Collected data entries:
# # # #
import { normalUpperQuantile } from '../distributions/normal.ts';
import { undetermined } from '../result.ts';
import type { Undetermined } from '../result.ts';
import { normalShares, refuseNumbers } from './conformance-probability.ts';
import type { NumericLimits } from './conformance-probability.ts';

/** Limits a reading must keep so that the true value conforms with a stated probability. */
export interface AcceptanceBand {
  readonly method: 'guard band from a conformance probability, normal measurement error';
  readonly lower: number | null;
  readonly upper: number | null;
  /** Guard band g = distance from the tolerance limit, and the multiplier z = g/u. */
  readonly guardBand: number;
  readonly multiplier: number;
  readonly probability: number;
}

/**
 * Acceptance limits for a required conformance probability p (0.5 < p < 1): every reading inside has at least p.
 *
 * One limit: g = z·u with z the normal quantile of p (JCGM 106:2012 clause 7.3; for p = 0.95 z = 1.645, the default of
 * ISO 14253-1:2017). Two limits: the larger g for which Φ((T_U − y)/u) − Φ((T_L − y)/u) = p at y = T_U − g, found by
 * halving, which matters when the band is only a few u wide.
 * Undetermined (`uncertainty-too-large`) when not even a reading in the middle reaches p; otherwise as
 * `conformanceProbability`.
 */
export function acceptanceBand(
  limits: NumericLimits,
  standardUncertainty: number,
  probability: number,
): AcceptanceBand | Undetermined {
  const refusal = refuseNumbers(limits, [probability], [standardUncertainty]);
  if (refusal) return refusal;
  if (probability <= 0.5 || probability >= 1)
    return undetermined(
      'probability-outside',
      'The conformance probability is not between 0.5 and 1: enter it, e.g. 0.95',
    );
  const { lower, upper } = limits;
  const u = standardUncertainty;
  let multiplier = normalUpperQuantile(1 - probability);
  if (lower !== null && upper !== null) {
    const width = upper - lower;
    const reached = (z: number) => normalShares(0, 1, { lower: z - width / u, upper: z }).inside;
    let high = width / (2 * u);
    if (reached(high) < probability)
      return undetermined(
        'uncertainty-too-large',
        'No reading can show conformity with this probability: the uncertainty is too large for the band',
      );
    let low = Math.min(multiplier, high);
    for (let step = 0; step < 200 && high - low > 1e-15 * high; step += 1) {
      const middle = (low + high) / 2;
      if (reached(middle) < probability) low = middle;
      else high = middle;
    }
    multiplier = high;
  }
  const guardBand = multiplier * u;
  return {
    method: 'guard band from a conformance probability, normal measurement error',
    lower: lower === null ? null : lower + guardBand,
    upper: upper === null ? null : upper - guardBand,
    guardBand,
    multiplier,
    probability,
  };
}

/** How fine a measurement is against its tolerance. */
export interface MeasurementCapability {
  readonly method: 'C_m = (T_U − T_L) / (4·u)';
  readonly index: number;
  readonly tolerance: number;
  readonly standardUncertainty: number;
}

/**
 * Measurement capability index C_m = (T_U − T_L)/(4·u) = T/(2·U) with U = 2·u.
 *
 * T_L, T_U tolerance limits, u standard uncertainty > 0, same unit. At C_m = 4 the uncertainty U is an eighth of the
 * band. Source: JCGM 106:2012 clause 7.6.3. Undetermined for a one-sided tolerance (there is no width) and as
 * `conformanceProbability`.
 */
export function measurementCapabilityIndex(
  limits: NumericLimits,
  standardUncertainty: number,
): MeasurementCapability | Undetermined {
  const refusal = refuseNumbers(limits, [], [standardUncertainty]);
  if (refusal) return refusal;
  if (limits.lower === null || limits.upper === null)
    return undetermined(
      'one-sided',
      'A one-sided tolerance has no width to compare with: there is no capability index',
    );
  const tolerance = limits.upper - limits.lower;
  return {
    method: 'C_m = (T_U − T_L) / (4·u)',
    index: tolerance / (4 * standardUncertainty),
    tolerance,
    standardUncertainty,
  };
}
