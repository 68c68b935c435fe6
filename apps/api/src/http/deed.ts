import type { DataSource, EntityManager } from 'typeorm';
import type { Actor } from './actor.ts';

/** Runs the work in the one write transaction; on a route with an idempotency key its result is the answer that is kept. */
export type Transact = <T>(work: (manager: EntityManager) => Promise<T>) => Promise<T>;

/** Who does what, when, and the two ways to the database. First argument of every service. */
export interface Deed {
  readonly actor: Actor;
  /** Time of the request: one moment for every row it writes. */
  readonly now: string;
  readonly requestId: string;
  /** Origin for links in mail. */
  readonly publicUrl: string;
  readonly transact: Transact;
  /** Read-only, sees committed rows only; inside `transact` read through its manager instead. */
  readonly reader: DataSource;
  /**
   * For signing: asks again for the password of the person signed in. A wrong one is 422 at `pointer` (`/password` unless
   * said otherwise), often wrong slows down, both are recorded. Hashing waits, so it comes before the transaction.
   */
  readonly confirmPassword: (password: string, pointer?: string) => Promise<void>;
}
# # # #
What needs to be done
What is needed is the number of lines in the entries that contain the word "every", written alone.

Result for this task
3